In Dimaya, the court evaluated the definition of crime-of-violence in a criminal context, employing the type of Fifth Amendment due process criteria applicable to criminal proceedings. In so doing, it takes another step down the dangerous path that the Court recently began treading in Padilla v. Kentucky, where it implied, without formally finding, that removal is a “drastic” measure, the significant effects of which render it analogous, in some respects, to punitive incarceration. And that’s a step closer to a disastrous judicial finding that all deportation orders must be issued by an Article III judicial court because they involve the functional equivalent of a penal sentence. 

In his concurring opinion in Dimaya, Justice Gorsuch grandiosely declares, “Vague laws invite arbitrary power,” analogizing the INA’s crime-of-violence provisions to Britain’s notoriously ambiguous, pre-Revolution treason law. That is a curious assertion. Particularly in light of the fact that the Court previously found the INA crime-of-violence definition to be both clear and easily applicable in Leocal v. Ashcroft, and the provision has been successfully applied by the courts for at least two decades.

To the majority of objective observers, the U.S. immigration system is fairer and provides more procedural safeguards than any other in the world. And there is nothing capricious about the way that alien criminals are removed from the United States. In fact, most would argue that the playing field is tipped firmly in favor of the foreign criminal, who typically receives multiple warnings in state court that a criminal conviction could result in deportation, and whose criminal defense attorney has an obligation to make him aware of the immigration consequences of the charges against him.
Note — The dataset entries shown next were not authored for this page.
class _CardTransformer:
    """Tokens → values, one method per grammar rule. `card` is the card being parsed.

    Lark calls a parse-time transformer's methods by the rules' names (every rule has one
    here), so this needs no base class from lark, and lark is not imported to define it.
    """

    card: LogicalCard

    # -- values and expressions
    def number(self, children: list[Token]) -> Literal:
        token = children[0]
        try:
            return Literal(parse_number(str(token)), token.start_pos)
        except NumberError as exc:
            raise self.card.error(str(exc), token.start_pos + exc.offset) from None

    def model_number(self, children: list[Token]) -> Literal | ModelText:
        token = children[0]
        try:
            return Literal(parse_number(str(token)), token.start_pos)
        except NumberError:
            return ModelText(str(token), token.start_pos)

    def literal(self, children: list[Token]) -> Literal:
        token = children[0]
        try:
            return Literal(parse_number(str(token), allow_mil=False), token.start_pos)
        except NumberError as exc:
            raise self.card.error(str(exc), token.start_pos + exc.offset) from None

    def reference(self, children: list[Token]) -> Reference:
        return Reference(str(children[0]), children[0].start_pos)

    def call(self, children: list) -> Call:
        name = children[0]
        return Call(str(name), tuple(c for c in children[1:] if c is not None), name.start_pos)

    def braced(self, children: list) -> Expr:
        return children[0]

    def _binary(operator: str):  # noqa: N805 - a factory used in the class body
        def method(self, children: list) -> Binary:
            left, right = children
            return Binary(operator, left, right, left.offset)

        return method

    add = _binary("+")
    sub = _binary("-")
    mul = _binary("*")
    div = _binary("/")
    pow = _binary("^")

    def neg(self, children: list) -> Unary:
        return Unary("-", children[0], children[0].offset)

    # -- fields
    @staticmethod
    def _node(token: Token) -> tuple[str, int]:
        return (str(token), token.start_pos)

    def assignment(self, children: list) -> Assignment:
        return Assignment(str(children[0]), children[1], children[0].start_pos)

    def word(self, children: list[Token]) -> Word:
        return Word(str(children[0]), children[0].start_pos)

    def positional(self, children: list) -> Positional:
        return Positional(children[0], children[0].offset)

    def comma(self, children: list) -> None:
        return None

    # -- elements
    def _two_terminal(self, children: list) -> RawElement:
        name, n1, n2, value, *items = children
        nodes = (self._node(n1), self._node(n2))
        return RawElement(str(name)[0].lower(), str(name), nodes, self.card, value=value, items=tuple(items))

    resistor = capacitor = inductor = _two_terminal

    def _source(self, children: list) -> RawElement:
        name, n1, n2, *rest = children
        value = rest.pop(0) if rest and not isinstance(rest[0], DcPart | AcPart | WaveformPart) else None
        return RawElement(
            str(name)[0].lower(), str(name), (self._node(n1), self._node(n2)), self.card, value=value,
            source_parts=tuple(rest),
        )

    vsource = isource = _source

    def source_dc(self, children: list) -> DcPart:
        return DcPart(children[-1])

    def source_ac(self, children: list) -> AcPart:
        from lark import Token

        values = [c for c in children[1:] if c is not None and not isinstance(c, Token)]
        return AcPart(values[0] if values else None, values[1] if len(values) > 1 else None)

    def source_waveform(self, children: list) -> WaveformPart:
        kind = children[0]
        return WaveformPart(str(kind).lower(), tuple(children[1:]), kind.start_pos)

    def _voltage_controlled(self, children: list) -> RawElement:
        name, *nodes, gain = children
        return RawElement(
            str(name)[0].lower(), str(name), tuple(self._node(n) for n in nodes), self.card, value=gain
        )

    vcvs = vccs = _voltage_controlled

    def _current_controlled(self, children: list) -> RawElement:
        name, n1, n2, control, gain = children
        return RawElement(
            str(name)[0].lower(), str(name), (self._node(n1), self._node(n2)), self.card, value=gain,
            controlling_source=Word(str(control), control.start_pos),
        )

    cccs = ccvs = _current_controlled

    def _modelled(self, children: list, node_count: int) -> RawElement:
        name = children[0]
        nodes = tuple(self._node(n) for n in children[1 : 1 + node_count])
        model = children[1 + node_count]
        return RawElement(
            str(name)[0].lower(), str(name), nodes, self.card,
            model=Word(str(model), model.start_pos), items=tuple(children[2 + node_count :]),
        )

    def diode(self, children: list) -> RawElement:
        return self._modelled(children, 2)

    def mosfet(self, children: list) -> RawElement:
        return self._modelled(children, 4)

    def bjt(self, children: list) -> RawElement:
        name, *rest = children
        nodes = tuple(self._node(n) for n in rest[:3])
        return RawElement("q", str(name), nodes, self.card, items=tuple(rest[3:]))

    def subckt_call(self, children: list) -> RawElement:
        name, *items = children
        return RawElement("x", str(name), (), self.card, items=tuple(items))

    # -- dot cards
    def model_card(self, children: list) -> RawModel:
        _, name, type_, *items = children
        return RawModel(
            str(name), Word(str(type_), type_.start_pos), tuple(i for i in items if i is not None), self.card
        )

    def param_assignment(self, children: list) -> Assignment:
        return Assignment(str(children[0]), children[1], children[0].start_pos)

    def param_card(self, children: list) -> RawParams:
        return RawParams(tuple(children[1:]), self.card)

    def func_card(self, children: list) -> RawFunc:
        _, name, *rest = children
        body = rest[-1]
        parameters = tuple(str(p).lower() for p in rest[:-1] if p is not None)
        return RawFunc(str(name), parameters, body, self.card)

    def op_card(self, children: list) -> RawAnalysis:
        return RawAnalysis("op", self.card)

    def dc_sweep(self, children: list) -> RawSweep:
        source, start, stop, step = children
        return RawSweep(Word(str(source), source.start_pos), start, stop, step)

    def dc_card(self, children: list) -> RawAnalysis:
        return RawAnalysis("dc", self.card, tuple(c for c in children[1:] if c is not None))

    def options_card(self, children: list) -> RawSetting:
        return RawSetting("options", self.card, items=tuple(children[1:]))

    def temp_card(self, children: list) -> RawSetting:
        return RawSetting("temp", self.card, values=tuple(children[1:]))

    def node_setting(self, children: list) -> tuple[str, Expr]:
        function, node, value = children
        if str(function).lower() != "v":
            raise self.card.error(f"expected `V(node)=value`, not `{function}(...)`", function.start_pos)
        return (str(node), value)

    def ic_card(self, children: list) -> RawSetting:
        return RawSetting("ic", self.card, node_values=tuple(children[1:]))

    def nodeset_card(self, children: list) -> RawSetting:
        return RawSetting("nodeset", self.card, node_values=tuple(children[1:]))

    def global_card(self, children: list) -> RawGlobal:
        return RawGlobal(tuple(str(c) for c in children[1:]), self.card)

    def subckt_card(self, children: list) -> RawSubckt:
        return RawSubckt(str(children[1]), tuple(children[2:]), self.card)

    def ends_card(self, children: list) -> RawEnds:
        return RawEnds(str(children[1]) if len(children) > 1 and children[1] is not None else None, self.card)

    def kept_card(self, children: list) -> RawKept:
        return RawKept(str(children[0]).lower(), self.card)


# What each card looks like, for messages about incomplete or malformed cards.
USAGE: dict[str, str] = {
    "r": "Rname node node value",
    "c": "Cname node node value",
    "l": "Lname node node value",
    "v": "Vname node+ node- [[DC] value] [AC mag [phase]] [SIN|PULSE|PWL|EXP|SFFM (...)]",
    "i": "Iname node+ node- [[DC] value] [AC mag [phase]] [SIN|PULSE|PWL|EXP|SFFM (...)]",
    "e": "Ename out+ out- in+ in- gain (only the linear form is supported)",
    "g": "Gname out+ out- in+ in- transconductance (only the linear form is supported)",
    "f": "Fname out+ out- Vcontrol gain",
    "h": "Hname out+ out- Vcontrol transresistance",
    "d": "Dname anode cathode model [area]",
    "m": "Mname drain gate source bulk model [W=.. L=.. M=..]",
    "q": "Qname collector base emitter [substrate] model [area]",
    "x": "Xname node ... subcircuit [name=value ...]",
    ".model": ".model NAME TYPE (name=value ...)",
    ".param": ".param name=value [name=value ...]",
    ".func": ".func name(args) {expression}",
    ".dc": ".dc SOURCE start stop step [SOURCE2 start2 stop2 step2]",
    ".ic": ".ic V(node)=value ...",
    ".nodeset": ".nodeset V(node)=value ...",
    ".temp": ".temp degrees",
    ".global": ".global node ...",
    ".subckt": ".subckt NAME node ... [params: name=value ...]",
}

SUPPORTED_LETTERS = "RCLVIEGFHDMQX"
As such, the only arbitrary exercise of power evident in Dimaya seems to be the court’s willingness to engage in circuitous logic to protect alien criminals from non-existent threats to due process rights that they clearly do not possess.

In the short-term, Dimaya will probably have little discernible effect. Many of the crimes that trigger removal as crimes-of-violence are specifically referenced elsewhere in the INA and will continue to result in deportations. But it clearly represents the creeping erosion of the distinction between civil and criminal proceedings. The notion that removing foreign trespassers, and ungrateful guests, from the United States is somehow punitive is absurd on its face.

Such claims flip the script, implying that the U.S. government’s primary responsibility in the immigration arena is protecting foreigners’ dubious claims to rights that they do not, in fact, possess, rather than fulfilling its first duty, which is protecting American citizens.

Matt O’Brien is the former chief of the National Security Division within the Fraud Detection and National Security Directorate at U.S. Citizenship and Immigration Services. He has also served as assistant chief counsel in U.S. Immigration and Customs Enforcement’s New York District. He is currently director of research at the Federation for American Immigration Reform.